Most local businesses have a Google Business Profile. Very few of them use one of its most useful features.
Google gives you a built-in way to post updates, content, and offers directly on your business listing. When those posts are ignored, businesses miss out on visibility, clicks, and potential customers. At the same time, competitors who are posting get an edge without doing anything complicated.
This video walks through what Google Business Profile posts are, how to use them, and why they can support local search and AI-driven results. 👇
What Google Business Profile Posts Are (And Where They Show Up)
When someone searches for your business name, your Google Business Profile appears on the right side of the search results on desktop or at the top on mobile.
If you scroll down, you’ll see a section labeled Posts. This area displays updates, news, offers, and events in a scrollable carousel. Each post can include text, an image, and a button that links to your website.
When someone clicks a post, they can read the update and then click through to the page you’ve connected to it. That makes your Google Business Profile another traffic source, not just a static listing.
Where to Find the Post Section
Inside your Google Business Profile dashboard, there’s a dedicated Posts section. This is where you can view past posts, edit them, or add new ones.
Unless a post is tied to a specific date, like a limited-time offer, there’s usually no reason to delete it. Older posts still show activity and signal that your business is engaged.
Why Announcements Aren’t the Only Thing You Should Post
A common mistake is treating posts as announcement-only space. Sales, updates, and promotions are useful, but they’re not the only option.
One of the most effective ways to use Google Business Profile posts is by repurposing content you’ve already created for your website, especially blog posts written around specific keywords.
If you’re publishing content with search intent in mind, your Business Profile becomes another place to reinforce those topics.
Turning Blog Content Into Google Business Profile Posts
If you’ve written a blog post targeting a specific keyword, that content doesn’t need to live in just one place.
You can share it on social platforms, in email, and inside your Google Business Profile. Posting it there gives Google another signal connecting your business to that topic.
The process is simple. You summarize the post, add a featured image, and link back to the full article on your site. Nothing fancy. The goal isn’t to rewrite the blog, just to highlight it and give people a reason to click.

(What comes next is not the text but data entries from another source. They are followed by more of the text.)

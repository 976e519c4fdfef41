using System.Runtime.CompilerServices;
using System.Runtime.InteropServices;
using System.Runtime.Intrinsics;

namespace Stochastic.Chains.Kernels;

/// <summary>
/// Guards against results outside the normal range of doubles, where rounding is no longer relative. All numbers here are non-negative, so
/// the smallest nonzero factors on both sides bound every nonzero product of two sets.
/// </summary>
internal static class NormalRange
{
    /// <summary>The smallest normal double, 2^-1022.</summary>
    internal const double Smallest = 2.2250738585072014e-308;

    /// <summary>
    /// Whether every product of a number not below <paramref name="left"/> and one not below <paramref name="right"/> is normal; +∞ stands
    /// for an empty set. A product that only rounding lifts to 2^-1022 carries a relative error of at most 2^-53 all the same.
    /// </summary>
    [MethodImpl(MethodImplOptions.AggressiveInlining)]
    internal static bool KeepsProduct(double left, double right) => left * right >= Smallest;

    /// <summary>
    /// Whether a matrix product keeps to the normal range, given the least nonzero number of each column of the left and of each row of the
    /// right operand.
    /// </summary>
    internal static bool KeepsProducts(ReadOnlySpan<double> left, ReadOnlySpan<double> right)
    {
        var keeps = true;
        for (var index = 0; index < left.Length; index++)
        {
            keeps &= KeepsProduct(left[index], right[index]);
        }

        return keeps;
    }

    /// <summary>Whether all nonzero numbers of some sets are normal and finite, given the extent of each set.</summary>
    internal static bool Holds(ReadOnlySpan<double> smallest, ReadOnlySpan<double> largest)
    {
        var holds = true;
        for (var index = 0; index < smallest.Length; index++)
        {
            holds &= smallest[index] >= Smallest && double.IsFinite(largest[index]);
        }

        return holds;
    }

    /// <summary>Whether a pivot can be divided by: normal, and its reciprocal too.</summary>
    [MethodImpl(MethodImplOptions.AggressiveInlining)]
    internal static bool KeepsPivot(double sum) => sum is >= Smallest and <= 1 / Smallest;

    /// <summary>Lane by lane, the smaller of the least nonzero number so far and a further number unless that is zero.</summary>
    [MethodImpl(MethodImplOptions.AggressiveInlining)]
    internal static Vector256<double> SmallestNonzero(Vector256<double> smallest, Vector256<double> values) => Vector256.MinNative(
        smallest,
        Vector256.ConditionalSelect(
            Vector256.Equals(values, Vector256<double>.Zero), Vector256.Create(double.PositiveInfinity), values));

    /// <summary>As for four lanes, for eight.</summary>
    [MethodImpl(MethodImplOptions.AggressiveInlining)]
    internal static Vector512<double> SmallestNonzero(Vector512<double> smallest, Vector512<double> values) => Vector512.MinNative(
        smallest,
        Vector512.ConditionalSelect(
            Vector512.Equals(values, Vector512<double>.Zero), Vector512.Create(double.PositiveInfinity), values));

    /// <summary>Lowers each number of target to the one in values, where that is less and not zero.</summary>
    internal static void LowerToNonzero(ReadOnlySpan<double> values, Span<double> target)
    {
        var vectors = MemoryMarshal.Cast<double, Vector256<double>>(values);
        var targets = MemoryMarshal.Cast<double, Vector256<double>>(target)[..vectors.Length];
        for (var index = 0; index < vectors.Length; index++)
        {
            targets[index] = SmallestNonzero(targets[index], vectors[index]);
        }

        for (var index = vectors.Length * Vector256<double>.Count; index < values.Length; index++)
        {
            target[index] = values[index] == 0 ? target[index] : double.MinNative(target[index], values[index]);
        }
    }

    /// <summary>The least of four lanes.</summary>
    [MethodImpl(MethodImplOptions.AggressiveInlining)]
    internal static double Least(Vector256<double> lanes)
    {
        var pair = Vector128.MinNative(lanes.GetLower(), lanes.GetUpper());
        return double.MinNative(pair[0], pair[1]);
    }

    /// <summary>The greatest of four lanes.</summary>
    [MethodImpl(MethodImplOptions.AggressiveInlining)]
    internal static double Greatest(Vector256<double> lanes)
    {
        var pair = Vector128.MaxNative(lanes.GetLower(), lanes.GetUpper());
        return double.MaxNative(pair[0], pair[1]);
    }

    /// <summary>The least of some numbers, +∞ of none.</summary>
    internal static double Least(ReadOnlySpan<double> values)
    {
        var vectors = MemoryMarshal.Cast<double, Vector256<double>>(values);
        var lanes = Vector256.Create(double.PositiveInfinity);
        foreach (var vector in vectors)
        {
            lanes = Vector256.MinNative(lanes, vector);
        }

        var least = Least(lanes);
        foreach (var value in values[(vectors.Length * Vector256<double>.Count)..])
        {
            least = double.MinNative(least, value);
        }

        return least;
    }

    /// <summary>The least nonzero number of a non-negative sequence, +∞ when there is none.</summary>
    internal static double SmallestNonzero(ReadOnlySpan<double> values)
    {
        var least = Vector256.Create(double.PositiveInfinity);
        var other = least;
        ref var first = ref MemoryMarshal.GetReference(values);
        nint index = 0;
        for (; index + 8 <= values.Length; index += 8)
        {
            least = SmallestNonzero(least, Vector256.LoadUnsafe(ref Unsafe.Add(ref first, index)));
            other = SmallestNonzero(other, Vector256.LoadUnsafe(ref Unsafe.Add(ref first, index + 4)));
        }

        var smallest = Least(Vector256.MinNative(least, other));
        for (; index < values.Length; index++)
        {
            var value = Unsafe.Add(ref first, index);
            smallest = value == 0 ? smallest : double.MinNative(smallest, value);
        }

        return smallest;
    }

    /// <summary>The least nonzero magnitude (+∞ when there is none) and the largest (0 when there is none) of a sequence.</summary>
    internal static (double Smallest, double Largest) Extent(ReadOnlySpan<double> values)
    {
        var least = Vector256.Create(double.PositiveInfinity);
        var most = Vector256<double>.Zero;
        var vectors = MemoryMarshal.Cast<double, Vector256<double>>(values);
        foreach (var signed in vectors)
        {
            var vector = Vector256.Abs(signed);
            least = SmallestNonzero(least, vector);
            most = Vector256.MaxNative(most, vector);
        }

        var smallest = Least(least);
        var largest = Greatest(most);
        foreach (var signed in values[(vectors.Length * Vector256<double>.Count)..])
        {
            var value = Math.Abs(signed);
            smallest = value == 0 ? smallest : double.MinNative(smallest, value);
            largest = Math.Max(largest, value);
        }

        return (smallest, largest);
    }
}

Adding a Google Business Profile Post Step by Step
When you click Add Post, Google gives you a few options: updates, offers, and events. For blog content, an update works best.
You can write directly in the editor or paste in a short summary. Google allows plenty of characters, so there’s room to explain what the post is about without cramming everything in.

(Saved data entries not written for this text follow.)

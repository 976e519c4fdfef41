namespace Stochastic.Chains.Kernels;

/// <summary>
/// Mean first passage times between all pairs of states by recursive state reduction: only additions, products and quotients of
/// non-negative numbers, nearly all of them in matrix products.
/// </summary>
/// <remarks>
/// The states are split in two, L and R. Eliminating R leaves rates and holding times among L, whose passage times are those of the whole
/// (a chain watched only while it is in L, its absences added to the holding times), and h_R = W·h_L + w; so the times among L are found
/// in the same way, and H_RL = W·H_LL + w·1ᵀ. With the roles exchanged the rest follows. About 10/9 n³ multiply-adds.
/// </remarks>
internal sealed class FirstPassageReduction : IDisposable
{
    private readonly PooledBuffer _memory;
    private readonly GuardedProduct _product;
    private readonly PassageElimination _elimination;
    private bool _keepsRange = true;

    private FirstPassageReduction(int states, int kept, bool isSafe, InstructionSet instructions, WorkSharing sharing, Action<double>? progress)
    {
        _memory = PooledBuffer.Rent(checked((int)SizeFor(states, kept)));
        _product = new GuardedProduct(
            states, instructions, sharing, isSafe, progress is null ? null : made => progress(Math.Min(1, made / WorkOf(states))));
        _elimination = new PassageElimination(_product);
    }

    /// <summary>The numbers of working memory that a table of so many states takes, its input and result not counted.</summary>
    internal static long MemoryOf(int states, int kept) => SizeFor(states, kept);

    /// <summary>
    /// Writes the mean time from each state (row) to each of the first <paramref name="kept"/> states (column), zero to itself. Moves lead
    /// from a kept state to kept ones only, unless all are kept, and the kept states are reached from everywhere.
    /// </summary>
    /// <param name="rates">A row for each state: its rates to all states, then its holding time. The diagonal is never read; not changed.</param>
    /// <param name="states">The number of states.</param>
    /// <param name="kept">The number of states that are targets; the first ones.</param>
    /// <param name="times">Receives the times, states x kept.</param>
    /// <param name="threads">Threads to share the work; the result does not depend on it.</param>
    /// <param name="instructions">The vectors to use.</param>
    /// <param name="progress">Told the part that is done; null when nobody listens.</param>
    /// <param name="cancellation">Looked at between pieces of at most some milliseconds.</param>
    /// <returns>False when a product or quotient of nonzero numbers could have left the normal range of doubles; the times are then void.</returns>
    /// <exception cref="OperationCanceledException">Cancellation was requested.</exception>
    internal static bool Find(
        MatrixView rates, int states, int kept, MatrixView times, int threads, InstructionSet instructions, Action<double>? progress,
        CancellationToken cancellation)
    {
        var isSafe = kept == states && FullRates.KeepProducts(rates, states);
        using var reduction = new FirstPassageReduction(states, kept, isSafe, instructions, new WorkSharing(threads, cancellation), progress);
        if (kept == states)
        {
            reduction.Solve(rates, states, times, 0);
        }
        else
        {
            reduction.SolveAmong(rates, 0, kept, kept, states - kept, times, 0);
        }

        return reduction._keepsRange && reduction._product.KeepsRange && AreFinite(times, states, kept);
    }

    /// <summary>Gives all working memory back to the pool.</summary>
    public void Dispose() => _memory.Dispose();

    /// <summary>About how many multiply-adds a table of so many states takes: 10/9 n³.</summary>
    private static double WorkOf(int states) => 10.0 / 9 * states * states * states;

    private static long SizeFor(int states, int kept) => kept < states ? WorkSize(kept, states - kept) : WorkSize(states);

    private static long WorkSize(int states)
    {
        var first = PassageElimination.Half(states);
        return states <= 1 ? 0 : Math.Max(WorkSize(first, states - first), WorkSize(states - first, first));
    }

    private static long WorkSize(int kept, int dropped) =>
        ((long)dropped * WorkTable.PreferredStride(kept + dropped + 1)) + ((long)kept * WorkTable.PreferredStride(kept + 1)) + WorkSize(kept);

    private void Solve(MatrixView rates, int states, MatrixView times, int free)
    {
        if (states == 1)
        {
            times[0, 0] = 0;
            return;
        }

        var first = PassageElimination.Half(states);
        SolveAmong(rates, 0, first, first, states - first, times, free);
        SolveAmong(rates, first, states - first, 0, first, times, free);
    }

    /// <summary>Fills the columns of the states from <paramref name="keep"/> on, the others being eliminated.</summary>
    private void SolveAmong(MatrixView rates, int keep, int kept, int drop, int dropped, MatrixView times, int free)
    {
        if (!_keepsRange)
        {
            return;
        }

        var states = kept + dropped;
        var before = Take(dropped, states + 1, ref free);
        var among = Take(kept, kept + 1, ref free);
        for (var row = 0; row < dropped; row++)
        {
            rates.Row(drop + row, drop, dropped).CopyTo(before.Row(row, 0, dropped));
            rates.Row(drop + row, keep, kept).CopyTo(before.Row(row, dropped, kept));
            before[row, states] = rates[drop + row, states];
        }

        for (var row = 0; row < kept; row++)
        {
            rates.Row(keep + row, keep, kept).CopyTo(among.Row(row, 0, kept));
            among[row, kept] = rates[keep + row, states];
        }

        if (!_elimination.Eliminate(before, dropped, kept))
        {
            _keepsRange = false;
            return;
        }

        var weights = before.From(0, dropped);
        _product.AddWithLast(rates.From(keep, drop), weights, among, kept, dropped, kept);
        Solve(among, kept, times.From(keep, keep), free);
        for (var row = 0; row < dropped; row++)
        {
            times.Row(drop + row, keep, kept).Fill(weights[row, kept]);
        }

        _product.Add(weights, times.From(keep, keep), times.From(drop, keep), dropped, kept, kept);
    }

    private MatrixView Take(int rows, int columns, ref int free)
    {
        var stride = WorkTable.PreferredStride(columns);
        var view = new MatrixView(_memory.Values, _memory.Start + free, stride);
        free += rows * stride;
        return view;
    }

    private static bool AreFinite(MatrixView times, int states, int kept)
    {
        for (var row = 0; row < states; row++)
        {
            var (smallest, largest) = NormalRange.Extent(times.Row(row, 0, kept));
            if (!(smallest >= NormalRange.Smallest && largest <= double.MaxValue))
            {
                return false;
            }
        }

        return true;
    }
}
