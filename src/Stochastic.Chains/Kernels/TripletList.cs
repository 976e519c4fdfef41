namespace Stochastic.Chains.Kernels;

/// <summary>
/// A growing list of (row, column, value) entries, kept in blocks so that growing never copies: 16 bytes an entry, freed block by
/// block while the compressed rows (12 bytes an entry) are filled.
/// </summary>
internal sealed class TripletList
{
    private const int FirstLength = 1 << 8;
    private const int LargestLength = 1 << 16;

    private readonly List<Block> _blocks = [];
    private int _inLast;

    internal long Count { get; private set; }

    internal void Add(int row, int column, double value)
    {
        if (_blocks.Count == 0 || _inLast == _blocks[^1].Length)
        {
            var length = _blocks.Count == 0 ? FirstLength : Math.Min(2 * _blocks[^1].Length, LargestLength);
            _blocks.Add(new Block(new int[length], new int[length], new double[length]));
            _inLast = 0;
        }

        Count++;
        var block = _blocks[^1];
        block.Rows[_inLast] = row;
        block.Columns[_inLast] = column;
        block.Values[_inLast] = value;
        _inLast++;
    }

    /// <summary>Moves all entries into compressed rows with ascending columns; entries of one cell stay side by side. Empties the list.</summary>
    /// <exception cref="OverflowException">More than 2³¹ − 1 entries.</exception>
    internal CompressedRows ToCompressedRows(int rowCount)
    {
        var total = checked((int)Count);
        var starts = CountRows(rowCount);
        var next = starts.AsSpan(0, rowCount).ToArray();
        var columns = new int[total];
        var values = new double[total];
        for (var b = 0; b < _blocks.Count; b++)
        {
            var block = _blocks[b];
            var length = LengthOf(b);
            _blocks[b] = default; // free to be collected once its entries have moved
            for (var k = 0; k < length; k++)
            {
                var position = next[block.Rows[k]]++;
                columns[position] = block.Columns[k];
                values[position] = block.Values[k];
            }
        }

        _blocks.Clear();
        Count = 0;
        var rows = new CompressedRows(starts, columns, values);
        for (var row = 0; row < rowCount; row++)
        {
            var rowColumns = rows.RowColumns(row);
            if (!IsAscending(rowColumns))
            {
                rowColumns.Sort(rows.RowValues(row));
            }
        }

        return rows;
    }

    private static bool IsAscending(ReadOnlySpan<int> columns)
    {
        for (var k = 1; k < columns.Length; k++)
        {
            if (columns[k - 1] > columns[k])
            {
                return false;
            }
        }

        return true;
    }

    private int[] CountRows(int rowCount)
    {
        var starts = new int[rowCount + 1];
        for (var b = 0; b < _blocks.Count; b++)
        {
            foreach (var row in _blocks[b].Rows.AsSpan(0, LengthOf(b)))
            {
                starts[row + 1]++;
            }
        }

        for (var row = 0; row < rowCount; row++)
        {
            starts[row + 1] += starts[row];
        }

        return starts;
    }

    private int LengthOf(int block) => block == _blocks.Count - 1 ? _inLast : _blocks[block].Length;

    private readonly record struct Block(int[] Rows, int[] Columns, double[] Values)
    {
        internal int Length => Rows.Length;
    }
}
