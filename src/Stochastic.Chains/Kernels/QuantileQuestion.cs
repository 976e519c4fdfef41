namespace Stochastic.Chains.Kernels;

/// <summary>
/// With what probability something is to have arrived. Where arriving is certain, at least one half is asked of those still on the way, which are added
/// up by themselves: 1 − p is exact there, and a share close to one keeps its digits.
/// </summary>
/// <param name="Probability">Above 0 and below 1.</param>
/// <param name="Ever">The probability of ever arriving.</param>
/// <param name="IsCertain">Whether arriving is certain by the possible moves alone.</param>
internal readonly record struct QuantileQuestion(double Probability, double Ever, bool IsCertain)
{
    private const double Rounding = 8.8817841970012523e-16;

    /// <summary>Whether the probability cannot be told from that of ever arriving.</summary>
    internal bool IsLimit => !IsCertain && Math.Abs(Probability - Ever) <= Rounding * Ever;

    /// <summary>Whether more is asked than ever arrives.</summary>
    internal bool IsBeyond => !IsCertain && !IsLimit && Probability > Ever;

    /// <summary>Whether the share has arrived.</summary>
    internal bool IsReached(double arrived, double onTheWay) =>
        IsCertain && Probability >= 0.5 ? onTheWay <= 1 - Probability
        : IsLimit ? onTheWay == 0
        : arrived >= Probability;
}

There’s also a scheduling option, which makes it easy to batch posts ahead of time and stay consistent.
Writing the Post Without Making It Complicated
A simple structure works well. A short opening line to set context, a few sentences explaining the value, and a clear call to action.
If you use AI to help summarize your blog post, that’s fine. Just take a moment to clean it up so it sounds natural. Small edits go a long way in making the post feel human.
Adding a featured image helps the post stand out visually, and reusing the blog’s main image is usually enough.
For the call-to-action button, “Learn more” is a good default when you’re linking to content. Other buttons make sense for products or bookings, but for educational posts, clarity wins.
How Google Business Profile Posting Supports Local SEO and AI Search
Posting on your Google Business Profile helps your Google Business Profile SEO in a few important ways.
First, it creates another trusted Google-owned property linking back to your website. That connection reinforces topical relevance.
Second, it sends activity signals. A profile that’s updated regularly looks active. A profile that never changes can look abandoned, even if the business is open.
Third, it helps with keyword association. When your posts naturally include the same terms you’re targeting on your site, it helps Google understand what your business should be connected to.
Finally, AI-driven search tools look for consistency across the web. The more places your business is discussed and linked in a relevant context, the easier it is for those systems to trust and surface your content.
Is This a Magic Ranking Fix?
No.
Posting alone won’t instantly move your business to the top of local search results. But it does support everything else you’re doing, and it’s one of the easiest local SEO actions most businesses skip.
Local SEO works best when multiple signals line up. Google Business Profile posts are one of those signals.
The Bottom Line
If your Google Business Profile hasn’t been updated in months, it can look inactive.
If you post consistently, even once a week, you signal that your business is active, engaged, and relevant. That trust matters, both for traditional local search and for AI-driven results.
It’s not a shortcut. It’s just a smart habit.